Contudo, para o fazer, será necessária uma grande quantidade de munições. Serão necessários mais de uma dúzia de camiões para mover as munições para uma única bateria para sustentar esta cadência de fogo, criando uma grande pegada física, tornando mais provável que a Rússia encontre e atinja a bateria com contra-fogo.
A potência aérea e a defesa aérea russas proporcionam-lhe uma relativa segurança aquando do destacamento MLRS. A Ucrânia tem pouco de ambos e foi um factor que contribuiu para a perda do seu próprio MLRS ao longo deste conflito. A falta de energia aérea e de defesas aéreas nega à Ucrânia o luxo de montar uma bateria HIMARS da forma como os EUA normalmente o fazem.
É muito claro que muitos dos sistemas de armas que os EUA e os seus aliados estão a transmitir à Ucrânia são simplesmente sistemas que têm nos seus inventários, não sistemas que são apropriados para o actual campo de batalha.

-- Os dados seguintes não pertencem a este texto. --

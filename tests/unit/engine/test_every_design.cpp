// What must hold of a run with every design: same bits, and sizes and rates as planned.
#include <algorithm>
#include <catch2/catch.hpp>
#include <cmath>
#include <numeric>

#include "sim/config/load.h"
#include "sim/design/design.h"
#include "tests/oracle/recorded_run.h"
#include "tests/oracle/run_scenario.h"
#include "tests/oracle/verdict.h"

using namespace lacuna;
using namespace lacuna::oracle;

namespace {

Scenario field(const std::string& design, const std::string& effect, const std::string& rest, std::uint64_t questions,
               std::uint64_t literatures) {
    return parse_scenario("[run]\nseed = 3\nliteratures = " + std::to_string(literatures) + "\n[field]\nquestions = " +
                              std::to_string(questions) + "\nlabs = 50\ntrue_rate = 0.4\neffect = " + effect +
                              "\nheterogeneity = 0.1\n[design]\n" + design + "\n" + rest,
                          "t", {});
}

const std::string two_kinds = R"(
[[lab]]
name = "a"
share = 0.6
lines = 6
studies = { rule = "until-positive", limit = 3 }
[[lab]]
name = "b"
share = 0.4
lines = { family = "poisson", mean = 5 }
[[journal]]
name = "j"
accept = { by = "p", steps = [0.01, 0.05], chance = [0.9, 0.6, 0.2] }
[store]
detail = "studies"
)";

}  // namespace

TEST_CASE("Every design: 1, 2 and 7 threads give the same bits, and so does every cut into blocks", "[engine]") {
    const std::string drawn = "size = { plan = \"distribution\", family = \"lognormal\", median = 20, sdlog = 0.4, min = 12, max = 60 }\n";
    const std::string effect = "{ family = \"uniform\", low = 0.1, high = 0.6 }";
    for (const std::string& design :
         {std::string("welch = true\nallocation = 1.4\n"), std::string("test = \"paired-means\"\nequivalence = { bound = 0.4 }\n"),
          std::string("test = \"correlation\"\n"), std::string("test = \"several-means\"\ngroups = 3\n"),
          std::string("test = \"several-means\"\ngroups = 4\n"), std::string("test = \"several-means\"\ngroups = 6\n"),
          std::string("test = \"two-proportions\"\nbase_rate = 0.3\n"), std::string("looks = { count = 3, futility = 0.2 }\n"),
          std::string("test = \"known-variance\"\nlooks = { count = 2, boundary = \"spending-pocock\" }\n")}) {
        INFO(design);
        const Scenario scenario = field(design + drawn, effect, two_kinds, 300, 3);
        const Recorded one = run(scenario, 1);
        CHECK(same(one, run(scenario, 2)));
        CHECK(same(one, run(scenario, 7)));
        // Few questions with many lines are cut elsewhere than many questions with few; stored or not, alike.
        Scenario few = field(design + drawn, effect, two_kinds, 5, 1);
        for (Regime& regime : few.regimes) regime.science.field.labs = 9000;
        const Recorded stored = run(few, 1);
        few.store.detail = Detail::literatures;
        CHECK(same(stored.rows[0][0], run(few, 7).rows[0][0]));
        CHECK(stored.outcome.studies > 50000);
    }
}

TEST_CASE("Sizes planned for true effects: real questions as planned one by one, the others alike", "[engine]") {
    Scenario scenario = field("size = { plan = \"power\", power = 0.8, effect = \"true\", optimism = 1.25, most = 800 }\n",
                              "{ family = \"normal\", mean = 0.4, sd = 0.2 }",
                              "[[lab]]\nname = \"a\"\nlines = 100\n[store]\ndetail = \"studies\"\n", 5000, 1);
    const Recorded all = run(scenario);
    const auto& n = column<std::int32_t>(scenario, all, "studies", "n1");
    const auto& effect = column<double>(scenario, all, "studies", "question_effect");
    const auto& question = column<std::int32_t>(scenario, all, "studies", "question");
    const auto& real = column<std::uint8_t>(scenario, all, "questions", "real");
    const Design& design = scenario.regimes[0].science.design;
    std::vector<double> sizes[2];
    for (std::size_t s = 0; s < n.size(); ++s) {
        const bool is_real = real[static_cast<std::size_t>(question[s])] != 0;
        sizes[is_real].push_back(n[s]);
        if (!is_real || s % 20 != 0) continue;
        const double planned = 1.25 * std::fabs(effect[s]);
        const double by_hand = planned < 0.14 ? 800 : planned_n(design, 0.8, planned);  // d = 0.14 needs 802
        CHECK(n[s] == std::min(800.0, by_hand));
    }
    // Sizes tell nothing about the truth: two-sample Kolmogorov-Smirnov.
    for (auto& its : sizes) std::sort(its.begin(), its.end());
    double worst = 0.0;
    for (double x = 2; x <= 800; x += 1) {
        const auto share = [&](const std::vector<double>& its) {
            return double(std::upper_bound(its.begin(), its.end(), x) - its.begin()) / double(its.size());
        };
        worst = std::max(worst, std::fabs(share(sizes[0]) - share(sizes[1])));
    }
    const double count = double(sizes[0].size()) * double(sizes[1].size()) / double(n.size());
    CHECK(worst * std::sqrt(count) < kolmogorov_bound);
}

TEST_CASE("Studies of an exact power have it, whatever the effect", "[engine]") {
    const Simulated simulated(parse_scenario(R"(
[run]
literatures = 200
[field]
questions = 2000
labs = 20
effect = { family = "uniform", low = 0.05, high = 2.0 }
[design]
size = { plan = "exact-power", power = 0.35, effect = "true", n = 11 }
[[lab]]
name = "a"
lines = 100
)",
                                             "t", {}));
    CHECK(std::fabs(simulated.z("power", Scope::conducted, 0.35)) < 4);
    CHECK(std::fabs(simulated.z("type1_error", Scope::conducted, 0.05)) < 4);
    // d of 20 degrees of freedom is biased by 1 / J (Hedges 1981), relative to any effect alike.
    const double j = std::exp(std::lgamma(10.0) - std::lgamma(9.5)) / std::sqrt(10.0);
    CHECK(std::fabs(simulated.z("effect_inflation_reports", Scope::conducted, 1 / j)) < 4);
}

Isto porque os EUA e outros sistemas de armamento da NATO são concebidos sob o pressuposto de terem estabelecido superioridade aérea e, assim, fornecerem a protecção necessária para a criação de uma bateria HIMARS em relativa segurança.
Complicações semelhantes às enfrentadas pelo destacamentos HIMARS surgiram com a utilização pela Ucrânia dos howitzers M777.

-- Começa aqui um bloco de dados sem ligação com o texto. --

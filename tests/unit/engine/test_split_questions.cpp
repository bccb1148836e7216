// Few questions with many studies each: blocks that hold a part of their questions' lines.
#include <catch2/catch.hpp>

#include "sim/config/load.h"
#include "sim/literature/block.h"
#include "sim/tally/layout.h"
#include "tests/oracle/recorded_run.h"

using namespace lacuna;
using namespace lacuna::oracle;

namespace {

const std::string few = R"(
[run]
seed = 8
literatures = 2
[field]
questions = 7
labs = 40
true_rate = 0.5
effect = { family = "normal", mean = 0.3, sd = 0.2 }
[design]
size = { plan = "fixed", n = 12 }
[[lab]]
name = "routine"
share = 0.7
lines = { family = "poisson", mean = 900 }
studies = { rule = "until-positive", limit = 3 }
[[lab]]
name = "careful"
share = 0.3
lines = 1000
studies = { rule = "fixed", count = 2 }
[writing]
unit = "line"
chance = { supportive = 0.9, mixed = 0.6, null = 0.3 }
[[journal]]
name = "first"
accept = { by = "p", steps = [0.05], chance = [0.8, 0.1] }
)";

}  // namespace

TEST_CASE("Questions with too many lines for one block are counted whole", "[engine]") {
    const Scenario scenario = parse_scenario(few + "[store]\ndetail = \"studies\"\n", "t", {});
    REQUIRE(cut_into_blocks(scenario).parts > 3);
    const Recorded all = run(scenario, 1);
    CHECK(same(all, run(scenario, 2)));
    CHECK(same(all, run(scenario, 7)));
    const auto& literature = column<std::int32_t>(scenario, all, "studies", "literature");
    const auto& question = column<std::int32_t>(scenario, all, "studies", "question");
    const auto& truth = column<std::uint8_t>(scenario, all, "studies", "truth");
    const auto& claim = column<std::uint8_t>(scenario, all, "studies", "claim");
    const auto& status = column<std::uint8_t>(scenario, all, "studies", "status_1");
    CHECK(all.tables.at("questions").rows == 14);
    CHECK(all.tables.at("labs").rows == 80);
    const Layout layout(2);
    for (std::size_t l = 0; l < 2; ++l) {
        for (std::size_t scope = 0; scope < 3; ++scope) {
            double studies[7] = {}, findings[7] = {};
            bool real[7] = {};
            for (std::size_t s = 0; s < literature.size(); ++s) {
                if (literature[s] != std::int32_t(l) || status[s] < scope) continue;
                studies[question[s]] += 1;
                findings[question[s]] += claim[s] == std::uint8_t(Claim::positive) || claim[s] == std::uint8_t(Claim::reversed);
                real[question[s]] = truth[s] != 0;
            }
            double standing[2][3] = {};
            for (std::size_t q = 0; q < 7; ++q) {
                standing[real[q]][0] += studies[q] > 0;
                standing[real[q]][1] += findings[q] > 0;
                standing[real[q]][2] += 2 * findings[q] > studies[q];
            }
            for (std::size_t r = 0; r < 2; ++r) {
                for (std::size_t n = 0; n < 3; ++n) {
                    CHECK(all.rows[l][0][layout.questions(Scope(scope), r != 0, Standing(n))] == standing[r][n]);
                }
            }
        }
    }
}

TEST_CASE("Storing studies changes no count, where lines are split and where they are not", "[engine]") {
    for (const char* questions : {"7", "3000"}) {
        const Scenario stored = parse_scenario(few + "[store]\ndetail = \"studies\"\n", "t", {{"field.questions", questions}});
        const Scenario counted = parse_scenario(few, "t", {{"field.questions", questions}});
        const Recorded a = run(stored), b = run(counted);
        for (std::size_t l = 0; l < 2; ++l) CHECK(same(a.rows[l][0], b.rows[l][0]));
    }
}

TEST_CASE("Long lines", "[engine]") {
    const std::string text = R"(
[run]
literatures = 2
[field]
questions = 3
labs = 1
[[lab]]
name = "long"
lines = 10
studies = { rule = "fixed", count = 4096 }
)";
    const Scenario scenario = parse_scenario(text, "t", {});
    CHECK(cut_into_blocks(scenario).parts > 1);
    const Recorded one = run(scenario, 1);
    CHECK(one.outcome.studies == 2 * 10 * 4096);
    CHECK(same(one, run(scenario, 2)));
}

TEST_CASE("Blocks partition a literature: every line of every question once", "[engine]") {
    for (const char* questions : {"1", "31", "33", "500", "100000"}) {
        const Scenario scenario = parse_scenario(few, "t", {{"field.questions", questions}});
        const Blocks blocks = cut_into_blocks(scenario);
        const PreparedScenario prepared(scenario);
        const StreamKey key{1};
        const std::vector<Roster> rosters = draw_rosters(prepared, key, 0);
        ConductScratch scratch;
        Conducted block;
        std::uint64_t next_line = 0;
        for (std::uint64_t b = 0; b < blocks.count; ++b) {
            const BlockRange range = blocks.range(b);
            conduct(prepared.sciences[0], key, rosters[0], 0, range, scratch, block);
            REQUIRE((block.lines.question.empty() || block.lines.first == next_line));
            for (std::size_t i = 0; i < block.lines.question.size(); ++i) {
                const std::uint64_t q = range.first + block.lines.question[i];
                // first_line(q) = floor(q L / Q) <= l exactly for q < (l + 1) Q / L.
                const std::uint64_t lines = rosters[0].lines, all = std::stoull(questions);
                REQUIRE(q == ((next_line + i + 1) * all + lines - 1) / lines - 1);
            }
            next_line += block.lines.question.size();
        }
        CHECK(next_line == rosters[0].lines);
    }
}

Os EUA, em lugares como o Afeganistão e o Iraque, poderiam utilizar HIMARS e howitzers M777 em bases de fogo - fortificações relativamente permanentes muito fora do alcance dos sistemas de armamento utilizados pelos talibãs e outros grupos militantes que os EUA afirmavam estar a combater no estrangeiro. A colocação destes mesmos sistemas num ambiente em que os operadores não dispõem de protecção adequada contra o fogo de aviões e de contrabateria garante que não farão diferença, e no caso das M777 fornecidas à Ucrânia, não fizeram qualquer diferença.
O que os HIMARS tem de especial: Dar dinheiro à Lockheed Martin
Apesar destas realidades, a expressão “factor de mudança" tem sido constantemente utilizada pelos meios de comunicação ocidentais, incluindo o Guardian, para descrever os HIMARS. O Guardian afirma:
Alguns analistas disseram que os Himars podem ser uma "factor de mudança" na guerra, numa altura em que as forças ucranianas parecem estar a lutar sob fogo de artilharia russa.

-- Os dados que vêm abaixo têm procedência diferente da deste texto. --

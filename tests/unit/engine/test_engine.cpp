// What must hold of a run whatever the scenario: same bits, shared draws, rules that stay downstream.
#include <fmt/format.h>

#include <catch2/catch.hpp>

#include "sim/tally/layout.h"
#include "tests/oracle/recorded_run.h"
#include "tests/oracle/run_scenario.h"
#include "tests/oracle/verdict.h"

using namespace lacuna;
using namespace lacuna::oracle;

namespace {

const std::string field = R"(
[run]
seed = 5
literatures = 6
[field]
questions = 900
labs = 40
true_rate = 0.4
effect = { family = "normal", mean = 0.3, sd = 0.3 }
heterogeneity = 0.1
[design]
size = { plan = "distribution", family = "lognormal", median = 20, sdlog = 0.4, min = 4, max = 90 }
[[lab]]
name = "routine"
share = 0.7
lines = { family = "poisson", mean = 9 }
studies = { rule = "until-positive", limit = 4 }
[[lab]]
name = "careful"
share = 0.3
lines = 7
studies = { rule = "until-failures", failures = 2, limit = 5 }
size = { plan = "power", power = 0.8, effect = 0.6 }
)";

const std::string rules = R"(
[writing]
unit = "line"
chance = { supportive = 0.9, mixed = 0.6, null = 0.3 }
[[journal]]
name = "first"
accept = { by = "p", steps = [0.01, 0.05], chance = [0.8, 0.5, 0.1] }
[[journal]]
name = "second"
accept = { by = "class", supportive = 0.6, mixed = 0.4, null = 0.3 }
results_blind = 0.2
[submission]
attempts = 2
)";

}  // namespace

TEST_CASE("1, 2 and 7 threads give the same bits, in small literatures and in one huge one", "[engine]") {
    const Scenario small = parse_scenario(field + rules + "[store]\ndetail = \"studies\"\n", "t", {});
    const Recorded one = run(small, 1);
    CHECK(same(one, run(small, 2)));
    CHECK(same(one, run(small, 7)));
    const Scenario huge = parse_scenario(
        field + rules, "t", {{"field.questions", "400000"}, {"field.labs", "20000"}, {"run.literatures", "2"}});
    const Recorded whole = run(huge, 1);
    CHECK(whole.outcome.studies > 500000);
    CHECK(same(whole, run(huge, 2)));
    CHECK(same(whole, run(huge, 7)));
}

TEST_CASE("A literature does not depend on how many others there are", "[engine]") {
    const Recorded six = run(parse_scenario(field + rules, "t", {}));
    const Recorded two = run(parse_scenario(field + rules, "t", {{"run.literatures", "2"}}));
    for (std::size_t l = 0; l < 2; ++l) CHECK(same(six.rows[l][0], two.rows[l][0]));
    CHECK_FALSE(same(six.rows[0][0], six.rows[1][0]));
    const Recorded other = run(parse_scenario(field + rules, "t", {{"run.seed", "6"}}));
    CHECK_FALSE(same(six.rows[0][0], other.rows[0][0]));
}

TEST_CASE("A regime that changes nothing differs by exactly nothing", "[engine]") {
    const oracle::Simulated simulated(
        parse_scenario(field + rules +
                           "[[regime]]\nname = \"a\"\n[[regime]]\nname = \"b\"\n[[regime]]\nname = \"c\"\nset = { "
                           "\"writing.chance.null\" = 0.3 }\n",
                       "t", {}));
    std::size_t compared = 0;
    for (const PairedDifference& d : simulated.differences()) {
        if (!d.estimate.value) continue;
        INFO(d.metric);
        CHECK(*d.estimate.value == 0.0);
        CHECK(d.estimate.mcse.value() == 0.0);
        ++compared;
    }
    CHECK(compared > 40);
}

TEST_CASE("Rules change no conducted study, and a journal added behind changes no earlier decision", "[engine]") {
    const std::string studies = "[store]\ndetail = \"studies\"\n";
    const Scenario base = parse_scenario(field + rules + studies, "t", {});
    const Scenario more = parse_scenario(field + rules +
                                             "[[journal]]\nname = \"third\"\naccept = { by = \"class\", supportive "
                                             "= 0.5, mixed = 0.5, null = 0.5 }\n" +
                                             studies,
                                         "t", {{"submission.attempts", "3"}, {"writing.chance.null", "0.3"}});
    const Recorded a = run(base);
    const Recorded b = run(more);
    CHECK(a.tables.at("questions").columns == b.tables.at("questions").columns);
    CHECK(a.tables.at("labs").columns == b.tables.at("labs").columns);
    for (const char* name : {"statistic", "estimate", "true_effect"}) {
        CHECK(column<double>(base, a, "studies", name) == column<double>(more, b, "studies", name));
    }
    const auto& before = column<std::uint8_t>(base, a, "manuscripts", "journal");
    const auto& after = column<std::uint8_t>(more, b, "manuscripts", "journal");
    const auto& status = column<std::uint8_t>(base, a, "manuscripts", "status");
    REQUIRE(before.size() == after.size());
    std::size_t published_by_third = 0;
    for (std::size_t m = 0; m < before.size(); ++m) {
        if (status[m] == std::uint8_t(Status::published)) REQUIRE(after[m] == before[m]);
        published_by_third += after[m] == 3;
    }
    CHECK(published_by_third > 0);
    // A stricter alpha conducts the same data: the claims differ, the statistics do not.
    const Recorded strict = run(parse_scenario(field + rules + studies, "t",
                                               {{"design.alpha", "0.01"},
                                                {"lab.*.studies", "{ rule = \"fixed\", count = 2 }"},
                                                {"lab.*.size", "{ plan = \"fixed\", n = 30 }"}}));
    const Recorded loose = run(parse_scenario(
        field + rules + studies, "t",
        {{"lab.*.studies", "{ rule = \"fixed\", count = 2 }"}, {"lab.*.size", "{ plan = \"fixed\", n = 30 }"}}));
    CHECK(column<double>(base, strict, "studies", "statistic") ==
          column<double>(base, loose, "studies", "statistic"));
    CHECK(column<std::uint8_t>(base, strict, "studies", "claim") !=
          column<std::uint8_t>(base, loose, "studies", "claim"));
}

TEST_CASE("The stored studies agree with their literature's row", "[engine]") {
    const Scenario scenario = parse_scenario(field + rules + "[store]\ndetail = \"studies\"\n", "t", {});
    const Recorded all = run(scenario);
    const Layout layout(2);
    const auto& literature = column<std::int32_t>(scenario, all, "studies", "literature");
    const auto& truth = column<std::uint8_t>(scenario, all, "studies", "truth");
    const auto& claim = column<std::uint8_t>(scenario, all, "studies", "claim");
    const auto& status = column<std::uint8_t>(scenario, all, "studies", "status_1");
    const auto& n1 = column<std::int32_t>(scenario, all, "studies", "n1");
    for (std::size_t l = 0; l < all.rows.size(); ++l) {
        const std::vector<double>& row = all.rows[l][0];
        for (std::size_t scope = 0; scope < 3; ++scope) {
            double people = 0.0;
            for (std::size_t t = 0; t < 3; ++t) {
                for (std::size_t c = 0; c < 4; ++c) {
                    double counted = 0.0;
                    for (std::size_t s = 0; s < literature.size(); ++s) {
                        counted += literature[s] == std::int32_t(l) && truth[s] == t && claim[s] == c &&
                                   status[s] >= scope;
                    }
                    CHECK(counted == row[layout.studies(0, Scope(scope), Truth(t), Claim(c))] +
                                         row[layout.studies(1, Scope(scope), Truth(t), Claim(c))]);
                }
            }
            for (std::size_t s = 0; s < literature.size(); ++s) {
                people += literature[s] == std::int32_t(l) && status[s] >= scope ? 2.0 * n1[s] : 0.0;
            }
            CHECK(people == row[layout.participants(0, Scope(scope))] + row[layout.participants(1, Scope(scope))]);
        }
    }
}

TEST_CASE("Lines follow their rules, and labs run the lines they drew", "[engine]") {
    const Scenario scenario = parse_scenario(field + rules + "[store]\ndetail = \"studies\"\n", "t", {});
    const Recorded all = run(scenario);
    const auto& literature = column<std::int32_t>(scenario, all, "studies", "literature");
    const auto& line = column<std::int32_t>(scenario, all, "studies", "line");
    const auto& lab = column<std::int32_t>(scenario, all, "studies", "lab");
    const auto& number = column<std::int32_t>(scenario, all, "studies", "study");
    const auto& claim = column<std::uint8_t>(scenario, all, "studies", "claim");
    const auto& kind = column<std::uint8_t>(scenario, all, "labs", "kind");
    const auto& lines = column<std::int32_t>(scenario, all, "labs", "lines");
    std::map<std::pair<int, int>, int> lines_of_lab;
    for (std::size_t s = 0; s < line.size();) {
        std::size_t end = s;
        while (end < line.size() && line[end] == line[s] && literature[end] == literature[s]) ++end;
        const std::size_t studies = end - s;
        std::size_t findings = 0;
        for (std::size_t i = s; i < end; ++i) {
            REQUIRE(number[i] == std::int32_t(i - s));
            REQUIRE(lab[i] == lab[s]);
            findings += claim[i] != 0;
        }
        ++lines_of_lab[{literature[s], lab[s]}];
        const bool last_finds = claim[end - 1] != 0;
        if (kind[std::size_t(literature[s] * 40 + lab[s])] == 0) {  // until-positive, at most 4
            REQUIRE((studies == 4 || last_finds));
            REQUIRE(findings <= 1);
            REQUIRE((findings == 0) == (studies == 4 && !last_finds));
        } else {  // two failures, at most 5
            REQUIRE((studies == 5 || studies - findings == 2));
            REQUIRE(studies - findings <= 2);
        }
        s = end;
    }
    for (std::size_t i = 0; i < lines.size(); ++i) CHECK(lines_of_lab[{int(i / 40), int(i % 40)}] == lines[i]);
}

TEST_CASE("A stopped run hands on whole literatures, the first ones", "[engine]") {
    const Scenario scenario = parse_scenario(field + rules, "t", {{"run.literatures", "4000"}});
    int asked = 0;
    const Recorded stopped = run(scenario, 2, [&] { return ++asked > 3; });
    CHECK(stopped.outcome.stopped);
    CHECK(stopped.rows.size() > 0);
    CHECK(stopped.rows.size() < 4000);
    CHECK(stopped.outcome.literatures == stopped.rows.size());
    const Recorded few =
        run(parse_scenario(field + rules, "t", {{"run.literatures", std::to_string(stopped.rows.size())}}));
    CHECK(same(stopped, few));
}

TEST_CASE("Findings, writing and publication at their limits", "[engine]") {
    const auto everything = oracle::Simulated(parse_scenario(field, "t", {}));
    for (const char* metric : {"false_discovery_rate", "positive_share", "type1_error", "power", "effect_inflation",
                               "effect_inflation_median"}) {
        INFO(metric);
        CHECK(everything.estimate(metric, Scope::published).value ==
              everything.estimate(metric, Scope::conducted).value);
    }
    CHECK(everything.estimate("missing_share", Scope::published).value == 0.0);
    const auto nothing = oracle::Simulated(parse_scenario(field + "[writing]\nchance = 0.0\n", "t", {}));
    CHECK(nothing.estimate("missing_share", Scope::published).value == 1.0);
    CHECK_FALSE(nothing.estimate("false_discovery_rate", Scope::published).value.has_value());
    CHECK_FALSE(nothing.estimate("effect_inflation_median", Scope::published).value.has_value());
}

TEST_CASE("More selection by significance never lowers inflation or the false discovery rate", "[engine]") {
    std::string regimes;
    for (const char* w : {"1.0", "0.5", "0.2", "0.0"}) {
        regimes += fmt::format(
            "[[regime]]\nname = \"{0}\"\nset = {{ \"writing.chance\" = {{ supportive = 1.0, mixed = {0}, null = "
            "{0} }} }}\n",
            w);
    }
    const oracle::Simulated s(
        parse_scenario(field + "[writing]\nunit = \"study\"\n" + regimes, "t",
                       {{"run.literatures", "60"}, {"lab.*.studies", "{ rule = \"fixed\", count = 1 }"}}));
    for (std::size_t r = 1; r < 4; ++r) {
        CHECK(*s.estimate("effect_inflation_reports", Scope::published, r).value >
              *s.estimate("effect_inflation_reports", Scope::published, r - 1).value);
        CHECK(*s.estimate("positive_share", Scope::published, r).value >
              *s.estimate("positive_share", Scope::published, r - 1).value);
    }
}

TEST_CASE("One question, one lab, one study", "[engine]") {
    const Recorded one = run(parse_scenario("[run]\nliteratures = 3\n[field]\nquestions = 1\nlabs = 1\n", "t", {}));
    CHECK(one.outcome.studies == 3);
    const Recorded none = run(parse_scenario(
        "[run]\nliteratures = 3\n[field]\nquestions = 5\nlabs = 1\n[[lab]]\nname = \"idle\"\nlines = 0\n", "t",
        {}));
    CHECK(none.outcome.studies == 0);
    CHECK(none.rows.size() == 3);
}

Mas outros dizem que os Himars não vão mudar de repente a situação. "nem sequer o campo de jogo", disse um alto funcionário da defesa dos EUA.
Na realidade, os HIMARS não serão nem um “factor de mudança" nem "mesmo o campo de jogo". O que farão é ganhar centenas de milhões de dólares para o fabricante de armas norte-americano Lockheed Martin, que produz os HIMARS.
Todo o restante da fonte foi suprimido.